• _Supplied information_
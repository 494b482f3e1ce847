/**
 * Talks to Auth.js at /auth. With the X-Auth-Return-Redirect header Auth.js answers JSON
 * `{ url }` instead of redirecting; an `error`/`code` in that URL says why sign-in failed.
 */
async function csrfToken(): Promise<string> {
  const res = await fetch('/auth/csrf', { credentials: 'same-origin' });
  const body = (await res.json()) as { csrfToken: string };
  return body.csrfToken;
}

async function postForm(path: string, fields: Record<string, string>): Promise<{ url: string; status: number }> {
  const body = new URLSearchParams({ ...fields, csrfToken: await csrfToken() });
  const res = await fetch(path, {
    method: 'POST',
    credentials: 'same-origin',
    headers: { 'Content-Type': 'application/x-www-form-urlencoded', 'X-Auth-Return-Redirect': '1' },
    body,
  });
  if (res.status === 429 || res.status === 503) {
    const json = await res.json().catch(() => null);
    throw new Error(json?.error?.message ?? 'Too many attempts. Wait a few minutes, then try again.');
  }
  const json = (await res.json().catch(() => ({ url: '' }))) as { url: string };
  return { url: json.url, status: res.status };
}

export const SIGN_IN_MESSAGES: Record<string, string> = {
  credentials: 'That e-mail and password do not match an account. Check both, or reset your password.',
  too_many_attempts: 'Too many sign-in attempts for this e-mail. Wait 15 minutes, or reset your password.',
  default: 'Sign-in did not work. Try again.',
};

export async function signInWithPassword(email: string, password: string): Promise<void> {
  const { url } = await postForm('/auth/callback/credentials', { email, password });
  const parsed = new URL(url, window.location.origin);
  const error = parsed.searchParams.get('error');
  if (error) {
    const code = parsed.searchParams.get('code') ?? 'default';
    throw new Error(SIGN_IN_MESSAGES[code] ?? SIGN_IN_MESSAGES.default);
  }
}

/** `callbackUrl` is where the link lands after signing in (the deep link the visitor started from). */
export async function requestSignInLink(email: string, callbackUrl = '/'): Promise<void> {
  const { url } = await postForm('/auth/signin/nodemailer', { email, callbackUrl });
  const parsed = new URL(url, window.location.origin);
  if (parsed.searchParams.get('error')) throw new Error('The sign-in link could not be sent. Check the address and try again.');
}

export async function signOut(): Promise<void> {
  await postForm('/auth/signout', {});
}
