/**
 * Runs the whole plume chain for one river and one flow.
 *
 * @param input - see {@link PlumeInput}; SI units except floodDurationHours [h]
 * @returns scales, regime, side, dimensionless numbers, warnings and assumptions
 * @example
 * computePlume({ latitude: 43.5, discharge: 900, reducedGravity: 0.191415, mouthWidth: 1500,
 *   mouthDepth: 6, shelfSlope: 2e-3, alongshoreShare: 1 });
 * // => { regime: 'surface-advected', depth: 0.9716, width: 6075.1, noseSpeed: 0.3874, turnsTo: 'right', … }
 * Source: chain of science.md §0; each scale carries its own label: g′ (a) Hetland book,
 * EOS-80 (a) UNESCO 44, f (a), y_s and h_b (a) Yankovsky & Chapman 1997, H0/W0/U0 (c) derived,
 * c_w, c_p, W_p (a) Lentz & Helfrich 2002, F_cc (b) from memory, reach (c), radial jet (c).
 */
export function computePlume(input: PlumeInput): PlumeResult {
  requireInRange('latitude', input.latitude, -90, 90, 'degrees');
  const discharge = requirePositive('discharge', input.discharge, 'm³ s⁻¹');
  const mouthWidth = requirePositive('mouthWidth', input.mouthWidth, 'm');
  const mouthDepth = requirePositive('mouthDepth', input.mouthDepth, 'm');
  const shelfSlope = input.shelfSlope ?? 0;
  requireInRange('shelfSlope', shelfSlope, 0, 0.5, '');
  const share = input.alongshoreShare ?? DEFAULT_ALONGSHORE_SHARE;
  requireInRange('alongshoreShare', share, MIN_ALONGSHORE_SHARE, MAX_ALONGSHORE_SHARE, '');
  if (input.floodDurationHours !== undefined) requirePositive('floodDurationHours', input.floodDurationHours, 'h');

  const warnings: string[] = [];
  const assumptions: string[] = [
    'The plume is a surface layer over deep sea water at rest: no wind, tides or ambient currents.',
    'No mixing with sea water on the way: the density difference stays constant (dilution in the exposure fields is a separate parameter).',
    'Straight coast.',
    'Speeds and widths are scalings with order-one coefficients: treat them as ±50 %.',
  ];

  const water = resolveBuoyancy(input, assumptions);
  const coriolis = coriolisParameter(input.latitude);
  const turnsTo = turningSide(input.latitude);
  const f = Math.abs(coriolis);
  const gp = water.reducedGravity;
  const inflowVelocity = discharge / (mouthWidth * mouthDepth);
  const mouthWaveSpeed = Math.sqrt(gp * mouthDepth);
  const froude = inflowVelocity / mouthWaveSpeed;
  const kelvin = kelvinNumber(mouthWidth, gp, mouthDepth, coriolis);
  const rossby = f > 0 ? inflowVelocity / (f * mouthWidth) : null;
  const alongshoreDischarge = share * discharge;
  const durationSeconds =
    input.floodDurationHours === undefined ? undefined : input.floodDurationHours * SECONDS_PER_HOUR;

  addCommonWarnings(warnings, { discharge, densityDifference: water.densityDifference, froude });

  const common = {
    coriolis,
    reducedGravity: gp,
    densityDifference: water.densityDifference,
    ...(water.riverDensity === undefined ? {} : { riverDensity: water.riverDensity, seaDensity: water.seaDensity }),
    turnsTo,
    kelvinNumber: kelvin,
    froudeNumber: froude,
    rossbyNumber: rossby,
    inflowVelocity,
    alongshoreShare: share,
    alongshoreDischarge,
    warnings,
    assumptions,
  };

  if (Math.abs(input.latitude) < EQUATORIAL_CUTOFF_DEGREES) {
    const time = durationSeconds ?? RADIAL_REFERENCE_TIME;
    const spread = radialSpread({ discharge, reducedGravity: gp, time });
    warnings.unshift(
      `Latitude ${fmt(input.latitude)}° is within ${EQUATORIAL_CUTOFF_DEGREES}° of the equator: the Earth's rotation ` +
        'is too weak to turn the plume into a coastal current. The numbers are a rough non-rotating estimate of ' +
        'fresh water spreading as a half-disc from the mouth, not the rotating plume model.',
    );
    assumptions.push(
      `Equatorial fallback: the whole discharge spreads as a half-disc with a critical front (Froude number 1), ` +
        `evaluated after ${fmt(time / SECONDS_PER_HOUR)} h${durationSeconds === undefined ? ' (no flood duration given; one day assumed)' : ''}. ` +
        'Depth and bottom-attachment depth are the layer thickness, width and bulge extent the radius.',
    );
    return {
      ...common,
      regime: 'equatorial-jet',
      depth: spread.thickness,
      width: spread.radius,
      meanSpeed: spread.meanFrontSpeed,
      noseSpeed: spread.frontSpeed,
      bulgeOffshoreExtent: spread.radius,
      bottomAttachmentDepth: spread.thickness,
      ...(durationSeconds === undefined ? {} : { reach: spread.radius }),
      deformationRadius: f > 0 ? Math.sqrt(gp * spread.thickness) / f : null,
    };
  }

  const mouth = bulge({ discharge, mouthWidth, mouthDepth, reducedGravity: gp, coriolis });
  const regime = classifyPlumeRegime({
    latitude: input.latitude,
    bottomAttachmentDepth: mouth.bottomAttachmentDepth,
    mouthDepth,
    bulgeOffshoreExtent: mouth.offshoreExtent,
    shelfSlope,
  });
  const current = coastalCurrent(alongshoreDischarge, gp, coriolis);
  const slope = shelfSlope > 0 ? slopeCurrent(alongshoreDischarge, gp, coriolis, shelfSlope) : undefined;
  const noseSpeed = slope ? slope.noseSpeed : current.wallNoseSpeed;

  assumptions.push(
    'Steady, hydrostatic flow; away from the mouth the current is in geostrophic balance with a constant Coriolis parameter.',
    'The coastal current flows downcoast only, never upcoast.',
  );
  if (Math.abs(input.latitude) < LOW_LATITUDE_WARNING_DEGREES) {
    warnings.push(
      `Latitude ${fmt(input.latitude)}° is within ${LOW_LATITUDE_WARNING_DEGREES}° of the equator: widths and the bulge ` +
        'size grow as 1/f there and are unreliable.',
    );
  }
  if (kelvin < 1) {
    warnings.push(
      `The mouth is narrow compared with the deformation radius (Kelvin number ${fmt(kelvin)} < 1): within a few km ` +
        'of the mouth the outflow is a jet steered by the mouth and the sea bed, and the rotating scales apply only ' +
        'from the bulge outward.',
    );
  }
  addRegimeWarnings(warnings, regime, mouth.bottomAttachmentDepth, mouthDepth, mouth.offshoreExtent);
  if (slope) {
    if (slope.speedRatio > 1) {
      warnings.push(
        `The shelf is gentle enough for the sea bed to control the current (c_w/c_α = ${fmt(slope.speedRatio)} > 1): ` +
          'it is bottom-trapped, wider and slower than a surface current.',
      );
    }
    if (slope.speedRatio > LENTZ_HELFRICH_MAX_SPEED_RATIO) {
      warnings.push(
        `c_w/c_α = ${fmt(slope.speedRatio)} is beyond the laboratory range (0.11–13.1) of the sloping-bottom ` +
          'scalings: the nose speed and width are extrapolated.',
      );
    }
    assumptions.push(
      `Nose speed and slope width follow the sloping-bottom scalings for a shelf slope of ${fmt(shelfSlope)}.`,
    );
  } else {
    assumptions.push(
      input.shelfSlope === 0
        ? 'A shelf slope of 0 cannot be used by the sloping-bottom scalings: the nose speed is the vertical-wall limit c_w, an upper bound.'
        : 'No shelf slope was given: the nose speed is the vertical-wall limit c_w, an upper bound.',
    );
  }
  assumptions.push(
    `A share of ${fmt(share)} of the discharge (${fmt(alongshoreDischarge)} m³/s) goes on into the coastal current; ` +
      'the rest stays in the bulge (a share recalled from published studies, not confirmed).',
    'Depth, width and mean speed are those of a current with zero potential vorticity (at rest at the coast).',
  );
  if (durationSeconds === undefined) {
    assumptions.push('No flood duration was given, so the reach along the coast was not computed.');
  } else {
    assumptions.push(
      `Reach is the nose speed times the flood duration (${fmt(input.floodDurationHours ?? 0)} h); the nose slows ` +
        'over long times, so this is an upper estimate.',
    );
  }

  return {
    ...common,
    regime: regime.regime,
    depth: current.depth,
    width: current.width,
    meanSpeed: current.meanSpeed,
    noseSpeed,
    wallNoseSpeed: current.wallNoseSpeed,
    ...(slope ? { slopeSpeed: slope.slopeSpeed, slopeWidth: slope.width } : {}),
    bulgeOffshoreExtent: mouth.offshoreExtent,
    bottomAttachmentDepth: mouth.bottomAttachmentDepth,
    ...(regime.bottomFrontDistance === undefined ? {} : { bottomFrontDistance: regime.bottomFrontDistance }),
    ...(durationSeconds === undefined ? {} : { reach: noseSpeed * durationSeconds }),
    deformationRadius: current.deformationRadius,
  };
}

/** @private g′ and densities from the input (either the four water properties or g′). */
function resolveBuoyancy(
  input: PlumeInput,
  assumptions: string[],
): { reducedGravity: number; densityDifference: number; riverDensity?: number; seaDensity?: number } {
  const given = WATER_KEYS.filter((key) => input[key] !== undefined);
  if (input.reducedGravity !== undefined) {
    if (given.length > 0) {
      throw new RangeError(
        'give either the four water properties (riverSalinity, riverTemperature, seaSalinity, seaTemperature) ' +
          `or reducedGravity, not both (got reducedGravity and ${given.join(', ')})`,
      );
    }
    const gp = requirePositive('reducedGravity', input.reducedGravity, 'm s⁻²');
    assumptions.push(`Reduced gravity was given directly (${fmt(gp)} m/s²); water densities were not computed.`);
    return { reducedGravity: gp, densityDifference: (gp * REFERENCE_DENSITY) / GRAVITY };
  }
  if (given.length !== WATER_KEYS.length) {
    const missing = WATER_KEYS.filter((key) => input[key] === undefined);
    throw new RangeError(
      'give either the four water properties (riverSalinity, riverTemperature, seaSalinity, seaTemperature) ' +
        `or reducedGravity (missing: ${missing.join(', ')})`,
    );
  }
  for (const key of ['riverSalinity', 'seaSalinity'] as const) {
    requireInRange(key, input[key] as number, 0, EOS80_MAX_SALINITY, '(practical salinity)');
  }
  for (const key of ['riverTemperature', 'seaTemperature'] as const) {
    requireInRange(key, input[key] as number, EOS80_MIN_TEMPERATURE, EOS80_MAX_TEMPERATURE, '°C (ITS-90)');
  }
  const pair = reducedGravityFromWater({
    riverSalinity: input.riverSalinity as number,
    riverTemperature: input.riverTemperature as number,
    seaSalinity: input.seaSalinity as number,
    seaTemperature: input.seaTemperature as number,
  });
  assumptions.push(
    `Densities from the UNESCO EOS-80 equation of state at the surface: river ${pair.riverDensity.toFixed(2)} kg/m³, ` +
      `sea ${pair.seaDensity.toFixed(2)} kg/m³; the river water leaves the mouth undiluted.`,
  );
  return pair;
}

/** @private Warnings that apply in every regime. */
function addCommonWarnings(
  warnings: string[],
  values: { discharge: number; densityDifference: number; froude: number },
): void {
  if (values.densityDifference < WEAK_DENSITY_DIFFERENCE) {
    warnings.push(
      `River and sea water differ in density by only ${fmt(values.densityDifference)} kg/m³ (under ` +
        `${WEAK_DENSITY_DIFFERENCE} kg/m³): the plume is barely buoyant, wind and tides will mix it quickly, and all ` +
        'numbers are very uncertain.',
    );
  }
  if (values.discharge < TINY_DISCHARGE) {
    warnings.push(
      `The discharge of ${fmt(values.discharge)} m³/s is very small (under ${TINY_DISCHARGE} m³/s): the plume would be ` +
        'only centimetres thick, and wind and tides dominate.',
    );
  }
  if (values.froude > 1) {
    warnings.push(
      `The outflow is supercritical at the mouth (Froude number ${fmt(values.froude)} > 1): a jet mixes strongly ` +
        'with sea water near the mouth, and the bulge formula assumes a Froude number of at most 1.',
    );
  }
}

/** @private Warnings for intermediate and bottom-advected plumes. */
function addRegimeWarnings(
  warnings: string[],
  regime: ReturnType<typeof classifyPlumeRegime>,
  hb: number,
  mouthDepth: number,
  ys: number,
): void {
  if (regime.regime === 'bottom-advected') {
    warnings.push(
      `The plume is bottom-advected: it stays in contact with the sea bed out to the ${fmt(hb)} m depth contour ` +
        `(${fmt((regime.bottomFrontDistance ?? 0) / 1000)} km offshore), beyond the bulge (${fmt(ys / 1000)} km). ` +
        'The surface-current depth, width and speeds are rough here; the real plume is wider and slower.',
    );
  } else if (regime.regime === 'intermediate') {
    warnings.push(
      `The plume touches the sea bed near the mouth (bottom-attachment depth ${fmt(hb)} m is not less than the ` +
        `mouth depth ${fmt(mouthDepth)} m) before spreading at the surface; near the mouth it is wider and slower ` +
        'than computed.',
    );
    if (!regime.resolved) {
      warnings.push(
        'No shelf slope was given, so an intermediate plume could not be told apart from a bottom-advected one.',
      );
    }
  }
}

• _Assignment_
Could you restate word for word the lines above, from the one that contains "fallback: the whole" through the one that contains "deformationRadius: f >", and no others?

• _Task result_
      `Equatorial fallback: the whole discharge spreads as a half-disc with a critical front (Froude number 1), ` +
        `evaluated after ${fmt(time / SECONDS_PER_HOUR)} h${durationSeconds === undefined ? ' (no flood duration given; one day assumed)' : ''}. ` +
        'Depth and bottom-attachment depth are the layer thickness, width and bulge extent the radius.',
    );
    return {
      ...common,
      regime: 'equatorial-jet',
      depth: spread.thickness,
      width: spread.radius,
      meanSpeed: spread.meanFrontSpeed,
      noseSpeed: spread.frontSpeed,
      bulgeOffshoreExtent: spread.radius,
      bottomAttachmentDepth: spread.thickness,
      ...(durationSeconds === undefined ? {} : { reach: spread.radius }),
      deformationRadius: f > 0 ? Math.sqrt(gp * spread.thickness) / f : null,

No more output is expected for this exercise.